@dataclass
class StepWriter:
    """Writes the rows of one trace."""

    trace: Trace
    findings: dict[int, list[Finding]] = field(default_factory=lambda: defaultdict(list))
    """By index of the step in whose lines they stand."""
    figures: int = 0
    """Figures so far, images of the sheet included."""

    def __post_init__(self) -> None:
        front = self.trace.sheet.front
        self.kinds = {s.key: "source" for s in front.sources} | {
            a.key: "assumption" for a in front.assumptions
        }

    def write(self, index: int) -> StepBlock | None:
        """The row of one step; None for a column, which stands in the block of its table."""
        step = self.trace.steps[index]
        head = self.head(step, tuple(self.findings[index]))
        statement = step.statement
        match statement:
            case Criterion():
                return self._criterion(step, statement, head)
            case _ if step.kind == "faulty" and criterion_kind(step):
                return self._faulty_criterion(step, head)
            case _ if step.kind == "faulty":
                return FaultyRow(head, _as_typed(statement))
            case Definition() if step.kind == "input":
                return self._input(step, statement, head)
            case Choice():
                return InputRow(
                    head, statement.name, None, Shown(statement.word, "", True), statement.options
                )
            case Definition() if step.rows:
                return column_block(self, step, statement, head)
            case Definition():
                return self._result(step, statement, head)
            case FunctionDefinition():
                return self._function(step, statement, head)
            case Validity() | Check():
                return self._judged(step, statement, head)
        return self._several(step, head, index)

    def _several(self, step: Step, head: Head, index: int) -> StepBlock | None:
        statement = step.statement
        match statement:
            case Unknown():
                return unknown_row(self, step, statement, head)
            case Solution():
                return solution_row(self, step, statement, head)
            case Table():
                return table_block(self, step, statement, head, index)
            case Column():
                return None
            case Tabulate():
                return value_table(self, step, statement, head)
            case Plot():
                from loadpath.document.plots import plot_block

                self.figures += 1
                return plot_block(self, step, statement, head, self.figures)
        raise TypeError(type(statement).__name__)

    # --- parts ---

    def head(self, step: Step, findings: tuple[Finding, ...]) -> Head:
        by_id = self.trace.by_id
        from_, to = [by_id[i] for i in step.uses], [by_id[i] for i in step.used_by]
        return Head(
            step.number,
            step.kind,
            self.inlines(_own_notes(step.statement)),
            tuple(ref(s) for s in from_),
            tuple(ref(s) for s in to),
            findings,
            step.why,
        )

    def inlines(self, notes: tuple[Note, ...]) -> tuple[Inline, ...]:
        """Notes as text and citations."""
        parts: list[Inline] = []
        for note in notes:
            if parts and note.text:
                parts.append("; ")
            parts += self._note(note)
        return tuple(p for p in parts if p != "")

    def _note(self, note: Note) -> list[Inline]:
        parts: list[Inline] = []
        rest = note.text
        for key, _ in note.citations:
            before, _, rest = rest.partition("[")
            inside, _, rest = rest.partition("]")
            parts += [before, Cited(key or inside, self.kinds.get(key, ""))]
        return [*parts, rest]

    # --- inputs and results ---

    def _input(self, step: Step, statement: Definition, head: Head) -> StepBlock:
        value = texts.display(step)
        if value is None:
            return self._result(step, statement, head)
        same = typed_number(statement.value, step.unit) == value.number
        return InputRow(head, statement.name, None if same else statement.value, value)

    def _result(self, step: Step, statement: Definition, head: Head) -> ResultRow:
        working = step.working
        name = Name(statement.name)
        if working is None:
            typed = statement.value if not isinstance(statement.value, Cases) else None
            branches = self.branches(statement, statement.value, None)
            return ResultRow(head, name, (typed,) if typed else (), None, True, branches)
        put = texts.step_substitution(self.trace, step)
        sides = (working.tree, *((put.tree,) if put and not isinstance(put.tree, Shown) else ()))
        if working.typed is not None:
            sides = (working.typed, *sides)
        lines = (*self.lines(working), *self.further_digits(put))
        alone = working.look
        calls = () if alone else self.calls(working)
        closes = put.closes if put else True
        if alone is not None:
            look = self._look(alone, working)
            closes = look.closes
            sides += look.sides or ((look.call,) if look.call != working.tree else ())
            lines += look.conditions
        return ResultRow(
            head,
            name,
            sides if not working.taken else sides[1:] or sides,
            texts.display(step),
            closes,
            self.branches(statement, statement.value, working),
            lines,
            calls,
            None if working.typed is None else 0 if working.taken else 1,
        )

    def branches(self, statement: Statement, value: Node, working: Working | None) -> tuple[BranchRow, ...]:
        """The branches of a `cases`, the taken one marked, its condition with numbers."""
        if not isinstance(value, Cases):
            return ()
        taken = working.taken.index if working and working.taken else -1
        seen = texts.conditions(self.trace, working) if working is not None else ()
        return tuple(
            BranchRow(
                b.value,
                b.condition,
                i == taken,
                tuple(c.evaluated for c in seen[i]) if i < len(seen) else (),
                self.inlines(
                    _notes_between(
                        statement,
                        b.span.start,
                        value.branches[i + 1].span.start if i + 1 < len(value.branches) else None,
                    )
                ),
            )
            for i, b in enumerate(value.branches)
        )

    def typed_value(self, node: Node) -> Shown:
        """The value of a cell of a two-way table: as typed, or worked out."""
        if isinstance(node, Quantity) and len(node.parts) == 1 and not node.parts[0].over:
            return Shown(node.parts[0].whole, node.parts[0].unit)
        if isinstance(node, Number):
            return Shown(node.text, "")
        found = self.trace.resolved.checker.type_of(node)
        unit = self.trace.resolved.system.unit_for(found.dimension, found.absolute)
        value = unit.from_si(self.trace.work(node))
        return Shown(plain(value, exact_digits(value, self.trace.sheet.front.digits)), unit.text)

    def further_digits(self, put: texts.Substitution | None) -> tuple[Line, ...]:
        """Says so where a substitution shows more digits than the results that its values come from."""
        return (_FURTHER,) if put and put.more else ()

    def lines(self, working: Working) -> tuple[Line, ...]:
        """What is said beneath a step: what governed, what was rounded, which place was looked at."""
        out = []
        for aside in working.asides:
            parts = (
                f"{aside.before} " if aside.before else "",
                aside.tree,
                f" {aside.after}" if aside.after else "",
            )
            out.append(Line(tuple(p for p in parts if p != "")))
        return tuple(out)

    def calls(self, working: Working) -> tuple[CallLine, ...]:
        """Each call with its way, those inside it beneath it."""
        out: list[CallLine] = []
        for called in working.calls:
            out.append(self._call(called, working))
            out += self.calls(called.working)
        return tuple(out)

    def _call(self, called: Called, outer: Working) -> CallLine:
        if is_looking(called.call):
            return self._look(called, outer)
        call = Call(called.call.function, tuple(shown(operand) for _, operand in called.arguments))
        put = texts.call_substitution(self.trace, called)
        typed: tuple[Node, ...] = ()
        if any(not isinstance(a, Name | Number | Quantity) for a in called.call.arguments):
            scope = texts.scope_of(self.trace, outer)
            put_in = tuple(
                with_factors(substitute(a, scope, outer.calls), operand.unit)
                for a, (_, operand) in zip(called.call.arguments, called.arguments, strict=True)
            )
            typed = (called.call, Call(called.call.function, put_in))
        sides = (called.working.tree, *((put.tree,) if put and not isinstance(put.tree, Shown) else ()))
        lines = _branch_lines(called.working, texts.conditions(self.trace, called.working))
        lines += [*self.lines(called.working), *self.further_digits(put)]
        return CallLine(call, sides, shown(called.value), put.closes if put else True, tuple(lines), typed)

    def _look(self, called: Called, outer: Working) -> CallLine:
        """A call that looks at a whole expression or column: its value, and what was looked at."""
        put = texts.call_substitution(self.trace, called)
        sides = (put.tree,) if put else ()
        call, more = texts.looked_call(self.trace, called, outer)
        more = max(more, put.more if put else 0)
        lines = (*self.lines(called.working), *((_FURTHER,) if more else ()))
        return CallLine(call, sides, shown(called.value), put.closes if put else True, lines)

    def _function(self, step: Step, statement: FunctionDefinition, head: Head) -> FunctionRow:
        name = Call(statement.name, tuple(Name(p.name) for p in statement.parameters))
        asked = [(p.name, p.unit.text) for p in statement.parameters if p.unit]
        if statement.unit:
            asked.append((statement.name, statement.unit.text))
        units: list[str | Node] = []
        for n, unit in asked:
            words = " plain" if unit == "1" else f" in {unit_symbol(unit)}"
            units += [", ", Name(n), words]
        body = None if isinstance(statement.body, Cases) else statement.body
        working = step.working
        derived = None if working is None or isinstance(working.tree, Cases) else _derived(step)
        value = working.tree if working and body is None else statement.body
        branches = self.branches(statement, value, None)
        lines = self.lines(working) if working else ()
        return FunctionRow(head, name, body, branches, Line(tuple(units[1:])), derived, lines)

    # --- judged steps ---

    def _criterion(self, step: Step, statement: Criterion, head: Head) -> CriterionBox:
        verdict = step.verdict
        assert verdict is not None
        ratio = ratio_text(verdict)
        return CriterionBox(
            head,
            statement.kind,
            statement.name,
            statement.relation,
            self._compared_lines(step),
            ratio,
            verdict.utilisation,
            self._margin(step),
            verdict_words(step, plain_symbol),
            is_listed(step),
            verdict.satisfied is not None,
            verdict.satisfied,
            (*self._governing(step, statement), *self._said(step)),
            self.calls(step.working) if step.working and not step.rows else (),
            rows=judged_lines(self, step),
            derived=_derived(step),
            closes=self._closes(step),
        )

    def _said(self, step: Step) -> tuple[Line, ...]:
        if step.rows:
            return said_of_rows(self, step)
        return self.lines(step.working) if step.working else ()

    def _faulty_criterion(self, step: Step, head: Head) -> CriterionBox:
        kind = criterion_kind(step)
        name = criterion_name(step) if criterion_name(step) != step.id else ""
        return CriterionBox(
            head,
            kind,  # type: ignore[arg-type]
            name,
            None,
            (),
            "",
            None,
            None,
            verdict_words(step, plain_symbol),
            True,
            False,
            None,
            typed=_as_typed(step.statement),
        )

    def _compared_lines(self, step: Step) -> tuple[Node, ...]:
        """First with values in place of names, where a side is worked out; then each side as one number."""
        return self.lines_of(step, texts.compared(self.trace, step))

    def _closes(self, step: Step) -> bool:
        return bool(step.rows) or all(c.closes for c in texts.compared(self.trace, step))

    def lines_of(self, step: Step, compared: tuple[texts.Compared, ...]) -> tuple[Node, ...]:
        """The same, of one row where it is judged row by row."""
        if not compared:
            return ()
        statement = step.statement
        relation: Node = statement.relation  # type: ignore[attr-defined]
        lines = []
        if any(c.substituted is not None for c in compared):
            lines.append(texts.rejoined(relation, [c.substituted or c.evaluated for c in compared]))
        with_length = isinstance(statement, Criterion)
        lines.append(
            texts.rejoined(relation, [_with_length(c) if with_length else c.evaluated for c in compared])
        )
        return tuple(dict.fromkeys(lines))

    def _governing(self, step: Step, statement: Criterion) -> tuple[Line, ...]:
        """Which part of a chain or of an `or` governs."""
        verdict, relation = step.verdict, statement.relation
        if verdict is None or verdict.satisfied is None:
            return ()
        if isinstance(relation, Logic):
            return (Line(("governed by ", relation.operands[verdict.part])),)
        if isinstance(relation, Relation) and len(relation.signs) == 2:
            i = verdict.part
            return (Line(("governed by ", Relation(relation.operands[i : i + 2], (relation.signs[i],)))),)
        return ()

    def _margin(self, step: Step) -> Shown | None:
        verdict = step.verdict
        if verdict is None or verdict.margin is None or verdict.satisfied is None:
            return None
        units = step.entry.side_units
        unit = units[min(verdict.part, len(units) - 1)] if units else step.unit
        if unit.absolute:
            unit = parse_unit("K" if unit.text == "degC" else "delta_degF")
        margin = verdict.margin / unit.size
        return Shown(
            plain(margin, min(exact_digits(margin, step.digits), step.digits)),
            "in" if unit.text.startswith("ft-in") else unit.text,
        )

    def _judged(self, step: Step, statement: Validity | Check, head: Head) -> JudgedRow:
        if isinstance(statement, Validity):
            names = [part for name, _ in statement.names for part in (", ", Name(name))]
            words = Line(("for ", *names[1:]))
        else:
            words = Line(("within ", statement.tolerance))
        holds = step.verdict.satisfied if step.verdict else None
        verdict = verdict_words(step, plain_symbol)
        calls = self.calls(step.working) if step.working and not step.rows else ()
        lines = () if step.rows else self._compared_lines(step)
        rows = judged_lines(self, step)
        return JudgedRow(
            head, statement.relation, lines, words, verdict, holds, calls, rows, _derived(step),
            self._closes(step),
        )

> [TASK PROMPT]:
Using the entries above, return exactly the lines from the line with "lines += look.conditions" to the line with "tuple(c.evaluated for c", counting both of those lines.

> [TASK ANSWER]:
            lines += look.conditions
        return ResultRow(
            head,
            name,
            sides if not working.taken else sides[1:] or sides,
            texts.display(step),
            closes,
            self.branches(statement, statement.value, working),
            lines,
            calls,
            None if working.typed is None else 0 if working.taken else 1,
        )

    def branches(self, statement: Statement, value: Node, working: Working | None) -> tuple[BranchRow, ...]:
        """The branches of a `cases`, the taken one marked, its condition with numbers."""
        if not isinstance(value, Cases):
            return ()
        taken = working.taken.index if working and working.taken else -1
        seen = texts.conditions(self.trace, working) if working is not None else ()
        return tuple(
            BranchRow(
                b.value,
                b.condition,
                i == taken,
                tuple(c.evaluated for c in seen[i]) if i < len(seen) else (),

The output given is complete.